- Description of the task
All that should come back is the lines of the data below from the one containing "if (!find(c, 'F6/Mp'))" to the one containing "and stiffness of", inclusive, exactly as they stand.

- Data for this exercise
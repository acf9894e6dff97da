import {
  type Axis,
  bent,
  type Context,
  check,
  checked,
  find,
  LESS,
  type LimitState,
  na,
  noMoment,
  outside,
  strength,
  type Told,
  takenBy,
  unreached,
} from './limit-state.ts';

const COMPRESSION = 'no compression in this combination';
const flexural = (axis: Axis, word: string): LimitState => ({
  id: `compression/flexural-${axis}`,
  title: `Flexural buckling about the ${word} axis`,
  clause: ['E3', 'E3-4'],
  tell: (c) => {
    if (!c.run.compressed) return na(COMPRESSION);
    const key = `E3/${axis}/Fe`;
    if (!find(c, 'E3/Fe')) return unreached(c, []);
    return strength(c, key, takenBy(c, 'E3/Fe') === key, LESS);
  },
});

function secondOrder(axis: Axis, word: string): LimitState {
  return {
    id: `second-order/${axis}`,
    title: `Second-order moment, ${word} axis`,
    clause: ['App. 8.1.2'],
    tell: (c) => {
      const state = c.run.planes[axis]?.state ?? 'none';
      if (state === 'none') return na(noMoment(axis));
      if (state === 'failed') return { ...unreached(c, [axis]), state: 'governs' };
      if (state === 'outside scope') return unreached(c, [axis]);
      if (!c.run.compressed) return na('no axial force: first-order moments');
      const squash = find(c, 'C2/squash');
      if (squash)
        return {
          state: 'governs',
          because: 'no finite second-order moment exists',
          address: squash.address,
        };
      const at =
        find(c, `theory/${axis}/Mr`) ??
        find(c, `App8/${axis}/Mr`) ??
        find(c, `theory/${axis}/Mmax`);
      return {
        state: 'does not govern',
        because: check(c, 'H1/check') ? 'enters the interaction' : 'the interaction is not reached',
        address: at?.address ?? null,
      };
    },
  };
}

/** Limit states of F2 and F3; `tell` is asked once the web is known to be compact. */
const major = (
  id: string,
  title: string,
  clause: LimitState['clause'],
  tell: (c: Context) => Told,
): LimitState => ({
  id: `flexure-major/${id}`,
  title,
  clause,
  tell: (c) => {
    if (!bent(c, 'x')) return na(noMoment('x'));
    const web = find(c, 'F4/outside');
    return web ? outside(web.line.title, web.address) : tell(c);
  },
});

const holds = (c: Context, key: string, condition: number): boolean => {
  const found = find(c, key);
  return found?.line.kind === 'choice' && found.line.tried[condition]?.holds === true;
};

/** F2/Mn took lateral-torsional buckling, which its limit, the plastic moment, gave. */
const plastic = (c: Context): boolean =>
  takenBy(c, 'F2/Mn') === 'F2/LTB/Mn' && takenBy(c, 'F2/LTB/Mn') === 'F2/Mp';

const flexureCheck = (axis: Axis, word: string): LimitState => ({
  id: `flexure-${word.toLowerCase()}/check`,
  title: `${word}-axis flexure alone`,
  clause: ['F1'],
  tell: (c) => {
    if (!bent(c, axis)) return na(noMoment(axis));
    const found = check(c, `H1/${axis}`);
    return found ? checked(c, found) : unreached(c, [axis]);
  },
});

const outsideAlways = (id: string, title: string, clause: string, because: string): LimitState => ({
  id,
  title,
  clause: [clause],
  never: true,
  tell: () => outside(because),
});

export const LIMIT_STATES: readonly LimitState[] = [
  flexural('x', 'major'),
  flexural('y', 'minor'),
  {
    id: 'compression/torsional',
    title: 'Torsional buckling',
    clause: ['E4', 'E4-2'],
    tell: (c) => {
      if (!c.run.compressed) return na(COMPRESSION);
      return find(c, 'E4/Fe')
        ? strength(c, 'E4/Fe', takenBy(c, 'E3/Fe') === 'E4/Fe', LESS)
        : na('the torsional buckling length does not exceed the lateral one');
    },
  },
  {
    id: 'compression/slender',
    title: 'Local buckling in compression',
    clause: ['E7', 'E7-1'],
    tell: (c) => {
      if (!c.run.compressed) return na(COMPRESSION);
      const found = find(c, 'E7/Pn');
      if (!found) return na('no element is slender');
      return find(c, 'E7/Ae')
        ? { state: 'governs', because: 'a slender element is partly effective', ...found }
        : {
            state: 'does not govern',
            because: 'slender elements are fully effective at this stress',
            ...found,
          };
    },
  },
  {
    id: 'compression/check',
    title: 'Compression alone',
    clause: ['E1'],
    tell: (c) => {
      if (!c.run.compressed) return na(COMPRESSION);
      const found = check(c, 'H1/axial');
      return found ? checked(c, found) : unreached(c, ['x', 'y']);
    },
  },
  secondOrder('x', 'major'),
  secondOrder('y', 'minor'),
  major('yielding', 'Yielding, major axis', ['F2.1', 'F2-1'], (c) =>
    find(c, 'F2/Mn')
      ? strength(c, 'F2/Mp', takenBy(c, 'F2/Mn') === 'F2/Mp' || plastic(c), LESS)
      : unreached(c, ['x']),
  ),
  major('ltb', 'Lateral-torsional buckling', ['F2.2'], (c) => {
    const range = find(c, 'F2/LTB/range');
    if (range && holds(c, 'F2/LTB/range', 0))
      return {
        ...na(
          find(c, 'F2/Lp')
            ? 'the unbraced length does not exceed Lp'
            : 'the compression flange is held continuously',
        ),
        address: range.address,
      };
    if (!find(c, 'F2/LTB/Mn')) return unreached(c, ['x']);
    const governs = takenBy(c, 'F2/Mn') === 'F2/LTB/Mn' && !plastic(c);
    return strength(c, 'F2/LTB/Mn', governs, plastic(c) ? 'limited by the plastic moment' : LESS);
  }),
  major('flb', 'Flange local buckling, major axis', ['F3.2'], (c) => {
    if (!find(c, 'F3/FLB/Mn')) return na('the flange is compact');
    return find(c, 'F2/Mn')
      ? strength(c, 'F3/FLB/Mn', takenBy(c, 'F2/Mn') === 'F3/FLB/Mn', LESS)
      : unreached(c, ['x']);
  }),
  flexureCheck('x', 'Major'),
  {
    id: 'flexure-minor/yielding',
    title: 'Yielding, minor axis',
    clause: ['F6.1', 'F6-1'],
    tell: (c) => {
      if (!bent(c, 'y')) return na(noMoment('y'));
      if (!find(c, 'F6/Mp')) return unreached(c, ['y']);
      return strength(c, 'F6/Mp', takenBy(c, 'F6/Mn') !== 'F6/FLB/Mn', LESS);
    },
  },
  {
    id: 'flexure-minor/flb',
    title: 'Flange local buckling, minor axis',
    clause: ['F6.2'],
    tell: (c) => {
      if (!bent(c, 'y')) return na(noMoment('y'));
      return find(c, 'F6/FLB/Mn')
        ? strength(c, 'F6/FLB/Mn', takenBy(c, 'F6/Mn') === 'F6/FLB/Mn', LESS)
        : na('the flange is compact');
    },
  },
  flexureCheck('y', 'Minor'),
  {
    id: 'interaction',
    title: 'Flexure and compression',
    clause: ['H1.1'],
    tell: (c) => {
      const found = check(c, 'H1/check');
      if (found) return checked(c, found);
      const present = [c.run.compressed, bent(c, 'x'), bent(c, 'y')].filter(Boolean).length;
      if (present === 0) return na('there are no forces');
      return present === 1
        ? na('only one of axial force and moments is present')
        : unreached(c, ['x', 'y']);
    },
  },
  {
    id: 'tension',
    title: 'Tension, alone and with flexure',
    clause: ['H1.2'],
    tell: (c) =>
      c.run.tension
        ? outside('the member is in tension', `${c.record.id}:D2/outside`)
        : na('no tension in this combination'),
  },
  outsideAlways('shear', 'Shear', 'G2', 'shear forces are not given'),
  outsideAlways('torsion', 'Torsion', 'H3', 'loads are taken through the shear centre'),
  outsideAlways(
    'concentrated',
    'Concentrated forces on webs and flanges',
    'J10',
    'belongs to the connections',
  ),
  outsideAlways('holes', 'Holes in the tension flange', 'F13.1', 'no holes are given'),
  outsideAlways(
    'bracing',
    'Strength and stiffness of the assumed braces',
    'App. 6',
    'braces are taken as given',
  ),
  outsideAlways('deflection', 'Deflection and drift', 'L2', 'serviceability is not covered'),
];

* * *

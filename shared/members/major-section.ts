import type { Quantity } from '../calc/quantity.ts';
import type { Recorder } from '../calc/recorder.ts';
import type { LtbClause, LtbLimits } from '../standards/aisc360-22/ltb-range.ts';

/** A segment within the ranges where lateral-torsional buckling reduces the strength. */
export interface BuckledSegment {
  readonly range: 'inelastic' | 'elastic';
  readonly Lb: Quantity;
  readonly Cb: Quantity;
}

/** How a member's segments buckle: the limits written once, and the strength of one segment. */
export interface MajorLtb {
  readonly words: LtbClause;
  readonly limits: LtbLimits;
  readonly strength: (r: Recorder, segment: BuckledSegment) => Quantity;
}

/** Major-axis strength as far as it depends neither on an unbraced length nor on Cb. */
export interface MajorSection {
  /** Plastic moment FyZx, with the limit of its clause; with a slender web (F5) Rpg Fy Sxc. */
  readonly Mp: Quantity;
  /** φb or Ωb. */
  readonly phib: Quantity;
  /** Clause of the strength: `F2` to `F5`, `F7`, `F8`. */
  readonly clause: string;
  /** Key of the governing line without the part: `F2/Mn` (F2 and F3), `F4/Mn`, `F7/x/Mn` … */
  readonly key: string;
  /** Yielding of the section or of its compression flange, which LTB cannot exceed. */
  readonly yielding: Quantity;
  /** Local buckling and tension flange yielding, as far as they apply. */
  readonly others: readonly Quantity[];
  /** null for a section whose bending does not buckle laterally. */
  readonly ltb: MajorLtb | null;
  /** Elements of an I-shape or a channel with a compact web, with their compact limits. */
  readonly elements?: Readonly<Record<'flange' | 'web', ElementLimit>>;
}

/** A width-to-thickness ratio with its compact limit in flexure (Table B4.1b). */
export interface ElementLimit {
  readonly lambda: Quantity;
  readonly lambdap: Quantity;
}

- Result
      if (!find(c, 'F6/Mp')) return unreached(c, ['y']);
      return strength(c, 'F6/Mp', takenBy(c, 'F6/Mn') !== 'F6/FLB/Mn', LESS);
    },
  },
  {
    id: 'flexure-minor/flb',
    title: 'Flange local buckling, minor axis',
    clause: ['F6.2'],
    tell: (c) => {
      if (!bent(c, 'y')) return na(noMoment('y'));
      return find(c, 'F6/FLB/Mn')
        ? strength(c, 'F6/FLB/Mn', takenBy(c, 'F6/Mn') === 'F6/FLB/Mn', LESS)
        : na('the flange is compact');
    },
  },
  flexureCheck('y', 'Minor'),
  {
    id: 'interaction',
    title: 'Flexure and compression',
    clause: ['H1.1'],
    tell: (c) => {
      const found = check(c, 'H1/check');
      if (found) return checked(c, found);
      const present = [c.run.compressed, bent(c, 'x'), bent(c, 'y')].filter(Boolean).length;
      if (present === 0) return na('there are no forces');
      return present === 1
        ? na('only one of axial force and moments is present')
        : unreached(c, ['x', 'y']);
    },
  },
  {
    id: 'tension',
    title: 'Tension, alone and with flexure',
    clause: ['H1.2'],
    tell: (c) =>
      c.run.tension
        ? outside('the member is in tension', `${c.record.id}:D2/outside`)
        : na('no tension in this combination'),
  },
  outsideAlways('shear', 'Shear', 'G2', 'shear forces are not given'),
  outsideAlways('torsion', 'Torsion', 'H3', 'loads are taken through the shear centre'),
  outsideAlways(
    'concentrated',
    'Concentrated forces on webs and flanges',
    'J10',
    'belongs to the connections',
  ),
  outsideAlways('holes', 'Holes in the tension flange', 'F13.1', 'no holes are given'),
  outsideAlways(
    'bracing',
    'Strength and stiffness of the assumed braces',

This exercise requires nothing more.